Wednesday, November 10, 2010

Waiting for Rain

In the third grade, my elementary school held a poem writing contest to celebrate Arbor Day.   As much as I would like to say I wrote a poem, won the contest and decided right then that I would one day be a writer, that isn’t what happened at all.  I wrote a poem, that much is true, and it did gain the attention of the judges, as well as the entire school. 

I will never forget standing in line one day and realizing something was going to be different for me.  Teachers were whispering, pointing, and I overheard my own teacher say to another, “Yes, that’s her.”  This is third grade, mind you, when the world is a fair and caring place, where good deeds are rewarded, only bad condemned.  I knew I had done nothing wrong, but for some reason, I had an overwhelming desire to wet my pants.

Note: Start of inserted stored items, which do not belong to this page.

/**
 * View models: what each page template receives. Plain objects; every number a reader sees is
 * already a formatted string (money, units, dates). Templates only place these values.
 * Fields named `sort` carry a machine-sortable form of a cell for the table-sort script.
 */
import type { ClaimSheet, DisputesPage, IndexDisputes } from "./disputeModels.ts";
import type { MeterBillsPage } from "./billPageModels.ts";

/** A link in the site navigation, `href` relative to the page that shows it. */
export interface NavLink {
  label: string;
  href: string;
  current: boolean;
}

export interface TableCell {
  text: string;
  /** Numeric or ISO value the sort script compares; absent = sort by `text`. */
  sort?: string;
  /** Optional link target (relative). */
  href?: string;
  /** A short second line under the text (e.g. "estimated read"). */
  note?: string;
  /** Emphasis: `pos` bill higher than recomputed, `neg` lower, `warn` a problem, `muted` absent. */
  tone?: "pos" | "neg" | "muted" | "warn";
}

export interface TableColumn {
  label: string;
  numeric: boolean;
}

export interface TableModel {
  caption: string;
  columns: TableColumn[];
  /** First cell of each row is the row header (`<th scope="row">`). */
  rows: TableCell[][];
  /** Whether the client script may offer sorting. */
  sortable: boolean;
}

/** One month of one series for a monthly chart; `value` is a plain number for the chart only. */
export interface ChartDatum {
  /** `YYYY-MM` */
  month: string;
  series: string;
  value: number;
}

/** What every chart carries, whatever its kind. */
export interface ChartBase {
  /** Unique within the page; used as the DOM id. */
  id: string;
  title: string;
  /** One-sentence description for screen readers and the figure caption. */
  description: string;
  /** The same numbers as a table: the text equivalent of the chart. */
  table: TableModel;
  /** Vega-Lite spec (filled by src/site/prepareSite.ts). */
  spec?: Record<string, unknown>;
  /** The spec compiled to Vega, as escaped JSON for the page (what the browser runs). */
  specJson?: string;
  /** Server-rendered SVG fallback. */
  svg?: string;
}

/**
 * A monthly bar chart (use or cost), stacked by series. The site stage fills `spec`,
 * `specJson`, `svg`; the template places the SVG fallback, the JSON spec and the table.
 */
export interface MonthlyChartModel extends ChartBase {
  kind: "monthly-usage" | "monthly-cost";
  /** Axis label for values, e.g. "Usage (kWh)". */
  valueLabel: string;
  /** Legend title of the series, e.g. "Meter" or "Commodity". */
  seriesLabel: string;
  data: ChartDatum[];
}

/** Use per day against period temperature, one point per bill, with the fitted model line. */
export interface BaselineScatterChartModel extends ChartBase {
  kind: "baseline-scatter";
  /** e.g. "Mean outdoor temperature (°C)". */
  tempLabel: string;
  /** e.g. "Use per day (kWh)". */
  useLabel: string;
  points: { billId: string; period: string; temp: number; usePerDay: number; status: string }[];
  curve: { temp: number; usePerDay: number }[];
}

/** Actual use per day of each bill over time, with the model's expectation at the actual weather. */
export interface BaselineTimeChartModel extends ChartBase {
  kind: "baseline-time";
  useLabel: string;
  /** `mid` is the period's middle day `YYYY-MM-DD` (plotted on a UTC time scale). */
  bills: { billId: string; period: string; mid: string; actualPerDay: number; expectedPerDay: number; lowPerDay: number | null; highPerDay: number | null }[];
  /** Whether any bill carries a prediction band (then the chart draws it). */
  hasBand: boolean;
}

/** Calendar heatmap of interval data: one cell per local day × hour, flagged hours marked. */
export interface HeatmapChartModel extends ChartBase {
  kind: "quality-heatmap";
  /** e.g. "Use per hour (kWh)". */
  valueLabel: string;
  /** One row per local day, ascending; `values[h]` the day's use in hour h (null = no data), `flagged[h]` 1 when any interval of that hour was flagged. */
  days: { day: string; values: (number | null)[]; flagged: number[] }[];
  /** Top of the colour scale: the 99th percentile of unflagged hours, so one spike does not wash out the rest (higher values show at full colour). */
  colorMax: number;
}

/** Horizontal bars ranking labelled items (e.g. intensity by building, money by check). */
export interface RankingChartModel extends ChartBase {
  kind: "ranking";
  valueLabel: string;
  /** d3-format of the value in tooltips, e.g. ",.0f". */
  valueFormat: string;
  /** Largest first. `note` is an extra tooltip line (e.g. "3 findings"). */
  items: { label: string; value: number; note: string }[];
}

/** Monthly cost forecast: the P10–P90 band as an area, the P50 line, last year's billed cost as points. */
export interface ForecastChartModel extends ChartBase {
  kind: "forecast-band";
  /** e.g. "Cost (USD)". */
  valueLabel: string;
  /** One per forecast month; `lastYear` is the billed cost of the same calendar month a year earlier (null = not completely billed). */
  months: { month: string; p10: number; p50: number; p90: number; lastYear: number | null; lastYearMonth: string }[];
}

/** How a month is drawn on a tenant chart. */
export type TenantMonthStatus = "Earlier months" | "Latest month" | "Includes an estimate";
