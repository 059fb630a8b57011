/**
 * Grouping of repeated problems (issue 16, item 6): the first DETAILS_PER_REASON of a kind are
 * listed, then one summary line names the count and the first line not listed; every rejected
 * row is still counted. "Kind" ignores quoted values and numbers (common practice: log
 * deduplication by message template).
 */
import { describe, expect, it } from "vitest";
import { DETAILS_PER_FILE, DETAILS_PER_REASON, FileContext, reasonKey } from "../../src/ingest/fileContext.ts";
import { MAX_MESSAGE_CHARS } from "../../src/core/issues.ts";

describe("FileContext", () => {
  it("groups one kind after DETAILS_PER_REASON and counts every row", () => {
    const ctx = new FileContext("bills.csv");
    for (let line = 2; line < 2 + 1225; line++) ctx.reject(line, 1, `meter_id "M${line}" is not in meters.csv`, "add it");
    ctx.reject(5000, 4, "usage \"x\" is not a number", "digits");
    ctx.finish();
    expect(ctx.report.rowsRejected).toBe(1226);
    expect(ctx.issues).toHaveLength(DETAILS_PER_REASON + 2);
    const summary = ctx.issues.at(-1)!;
    expect(summary).toMatchObject({ line: 2 + DETAILS_PER_REASON, column: 1, severity: "error" });
    expect(summary.message).toMatch(/^1,205 more rows with the same problem from line 22 on, the first: meter_id "M22" is not in meters.csv$/);
    expect(ctx.report.rejections).toHaveLength(DETAILS_PER_REASON + 2);
  });
  it("lists at most DETAILS_PER_FILE one by one across kinds", () => {
    const ctx = new FileContext("f.csv");
    for (let k = 0; k < 50; k++) for (let i = 0; i < 10; i++) ctx.warn(k * 10 + i + 2, 0, `kind${"x".repeat(k)} problem`);
    ctx.finish();
    const detailed = ctx.issues.filter((i) => !/more lines with the same problem/.test(i.message));
    expect(detailed).toHaveLength(DETAILS_PER_FILE);
  });
  it("caps message length", () => {
    const ctx = new FileContext("f.csv");
    ctx.reject(2, 1, "y".repeat(100_000));
    expect(ctx.issues[0].message.length).toBeLessThanOrEqual(MAX_MESSAGE_CHARS + 40);
  });
  it("reasonKey blanks quoted values and numbers only", () => {
    expect(reasonKey('meter_id "A-1" repeats line 12')).toBe(reasonKey('meter_id "B" repeats line 7'));
    expect(reasonKey("usage is empty")).not.toBe(reasonKey("total is empty"));
  });
});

My teacher had called my parents and they were waiting after school.  We sat in the classroom and listened as she explained that my poem was disqualified from the Arbor Day competition.  Although she had sworn that I wrote it while sitting in her class, the judges did not believe her.  They said there was no way that a third grader could have written it.

I’m not trying to say it was that good.  I described apple trees as pretty and oak trees as witty and they whispered to flowers in anticipation of spring showers.  I’m not even saying I didn’t get any help on the poem, as I pointed out honestly.  I mean, how many third graders can actually spell ‘anticipation’?  But aside from a spell checker, it was my work, and aside from my teacher, my dad and possibly even my mother, no one believed me.  Of course word got around school that I was a cheater and a liar and the rest of third grade was pretty much miserable.  But aside from that, I learned a very important lesson. Life is not fair. 

As a teenager, I wrote for my own entertainment.  Instead of leaving notes for friends or my parents, I would write a little story which frequently brought a smile and often the comment, “You should write.”  My response, “I don’t like rejection.”  Truthfully, it never was the rejection that bothered me, it was humiliation that I wasn’t too excited about, and my only experience with writing had been just that: humiliating. 

Although I know it is silly to hang on to a childhood memory for so many years, the pretty apple trees, thirsting for the first rain of Spring, haunted me for a long time.  How many books have I written that never made their way beyond my own pen and paper?  At least three.  How many stories have I written that I eventually threw away, not wanting to share with anyone else?  Hundreds. 

As my own children were growing up, I made a point to let them know that life is not fair.  However, I would add, that doesn’t mean you shouldn’t stop trying, because one day, you might actually get your due.  When my father passed away in 2000, I found the infamous Arbor Day poem, tucked away amongst his papers.  As I held it, an elementary poem on a piece of gray paper from a Big Chief tablet written in the D’Nealian cursive of a third grader, I knew that by saving it, he was telling me the same thing.  Keep trying, you just might get your due.  I started writing again the next day, and haven’t stopped.  

My stories, essays and articles have since been published in a variety of venues and I have received several awards for my work.  Every time I feel the slightest drizzle, I remember the trees and flowers of my childhood, waiting for the rain that would give them new life.  They have been patient, and so am I.  Life may not be fair, but if you keep trying, you just might get your due. 

And as for the poem?  I wrote every word.